EXERCISE
Look through the data that follows and copy each line with the string "Record".

BEGIN DATA PROVIDED

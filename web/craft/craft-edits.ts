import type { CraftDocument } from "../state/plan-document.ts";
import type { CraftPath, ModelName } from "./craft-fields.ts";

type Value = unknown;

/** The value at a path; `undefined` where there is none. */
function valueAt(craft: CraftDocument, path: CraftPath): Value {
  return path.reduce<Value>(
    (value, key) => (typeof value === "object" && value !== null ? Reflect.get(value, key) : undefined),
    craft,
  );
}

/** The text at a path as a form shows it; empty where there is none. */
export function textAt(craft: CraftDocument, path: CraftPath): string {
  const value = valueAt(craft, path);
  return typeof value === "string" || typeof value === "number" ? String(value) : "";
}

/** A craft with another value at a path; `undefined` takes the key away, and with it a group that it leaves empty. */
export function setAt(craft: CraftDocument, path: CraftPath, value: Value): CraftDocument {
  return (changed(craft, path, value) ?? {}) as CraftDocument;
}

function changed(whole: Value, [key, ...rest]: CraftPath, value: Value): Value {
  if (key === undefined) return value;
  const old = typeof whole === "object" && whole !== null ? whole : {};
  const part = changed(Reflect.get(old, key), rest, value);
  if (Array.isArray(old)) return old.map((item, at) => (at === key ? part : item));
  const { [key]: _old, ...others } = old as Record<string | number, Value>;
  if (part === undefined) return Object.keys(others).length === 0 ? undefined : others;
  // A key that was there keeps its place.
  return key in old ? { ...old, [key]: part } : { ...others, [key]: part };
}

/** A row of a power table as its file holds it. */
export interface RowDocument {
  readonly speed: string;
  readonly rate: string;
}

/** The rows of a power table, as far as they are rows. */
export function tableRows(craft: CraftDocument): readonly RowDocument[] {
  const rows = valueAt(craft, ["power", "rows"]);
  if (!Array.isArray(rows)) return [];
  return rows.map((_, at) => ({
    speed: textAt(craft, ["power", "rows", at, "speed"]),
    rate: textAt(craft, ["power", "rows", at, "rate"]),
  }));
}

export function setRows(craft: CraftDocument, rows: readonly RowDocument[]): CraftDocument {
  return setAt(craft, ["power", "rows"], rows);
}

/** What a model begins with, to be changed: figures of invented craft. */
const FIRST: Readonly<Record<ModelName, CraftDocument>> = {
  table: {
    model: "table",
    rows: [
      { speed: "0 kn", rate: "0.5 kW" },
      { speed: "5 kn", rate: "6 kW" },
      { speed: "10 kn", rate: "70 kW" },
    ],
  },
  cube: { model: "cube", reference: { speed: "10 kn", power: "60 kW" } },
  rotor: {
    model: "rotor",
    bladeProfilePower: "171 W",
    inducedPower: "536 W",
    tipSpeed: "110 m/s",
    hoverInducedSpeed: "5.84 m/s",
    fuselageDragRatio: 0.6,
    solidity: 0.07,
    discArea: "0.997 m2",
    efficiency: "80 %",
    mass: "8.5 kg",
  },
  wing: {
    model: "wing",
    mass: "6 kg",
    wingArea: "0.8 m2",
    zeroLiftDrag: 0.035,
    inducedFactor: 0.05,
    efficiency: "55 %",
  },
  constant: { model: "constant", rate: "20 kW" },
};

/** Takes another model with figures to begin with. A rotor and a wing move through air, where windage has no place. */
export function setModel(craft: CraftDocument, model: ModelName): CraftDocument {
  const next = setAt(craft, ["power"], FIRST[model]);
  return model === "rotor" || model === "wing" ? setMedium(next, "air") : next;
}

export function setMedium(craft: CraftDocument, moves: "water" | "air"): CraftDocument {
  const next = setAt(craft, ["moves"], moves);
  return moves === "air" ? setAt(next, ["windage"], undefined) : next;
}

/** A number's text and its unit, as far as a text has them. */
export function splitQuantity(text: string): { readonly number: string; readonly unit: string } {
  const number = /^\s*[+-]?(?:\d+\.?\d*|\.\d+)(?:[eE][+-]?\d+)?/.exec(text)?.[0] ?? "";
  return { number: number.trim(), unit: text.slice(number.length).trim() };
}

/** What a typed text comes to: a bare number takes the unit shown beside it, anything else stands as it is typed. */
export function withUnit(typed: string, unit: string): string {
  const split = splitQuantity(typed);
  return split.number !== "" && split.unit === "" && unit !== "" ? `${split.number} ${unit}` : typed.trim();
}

END DATA PROVIDED
BEGIN DATA PROVIDED

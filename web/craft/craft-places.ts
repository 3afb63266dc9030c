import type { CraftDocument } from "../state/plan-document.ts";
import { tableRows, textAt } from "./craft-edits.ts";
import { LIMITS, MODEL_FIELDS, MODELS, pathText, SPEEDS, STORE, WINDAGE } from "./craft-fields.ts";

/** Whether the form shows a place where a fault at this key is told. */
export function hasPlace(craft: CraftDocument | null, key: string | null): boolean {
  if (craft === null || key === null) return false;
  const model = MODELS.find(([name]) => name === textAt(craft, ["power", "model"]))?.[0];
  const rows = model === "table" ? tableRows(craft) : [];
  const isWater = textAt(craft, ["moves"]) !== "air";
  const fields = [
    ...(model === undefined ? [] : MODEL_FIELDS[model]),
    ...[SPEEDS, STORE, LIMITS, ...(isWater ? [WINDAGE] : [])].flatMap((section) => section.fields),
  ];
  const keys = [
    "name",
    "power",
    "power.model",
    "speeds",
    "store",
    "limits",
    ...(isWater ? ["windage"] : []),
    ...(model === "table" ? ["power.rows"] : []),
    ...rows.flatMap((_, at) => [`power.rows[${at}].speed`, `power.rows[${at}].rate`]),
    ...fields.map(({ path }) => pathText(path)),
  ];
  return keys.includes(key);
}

END DATA PROVIDED

RESPONSE TO THE TASK
  const { [key]: _old, ...others } = old as Record<string | number, Value>;
const FIRST: Readonly<Record<ModelName, CraftDocument>> = {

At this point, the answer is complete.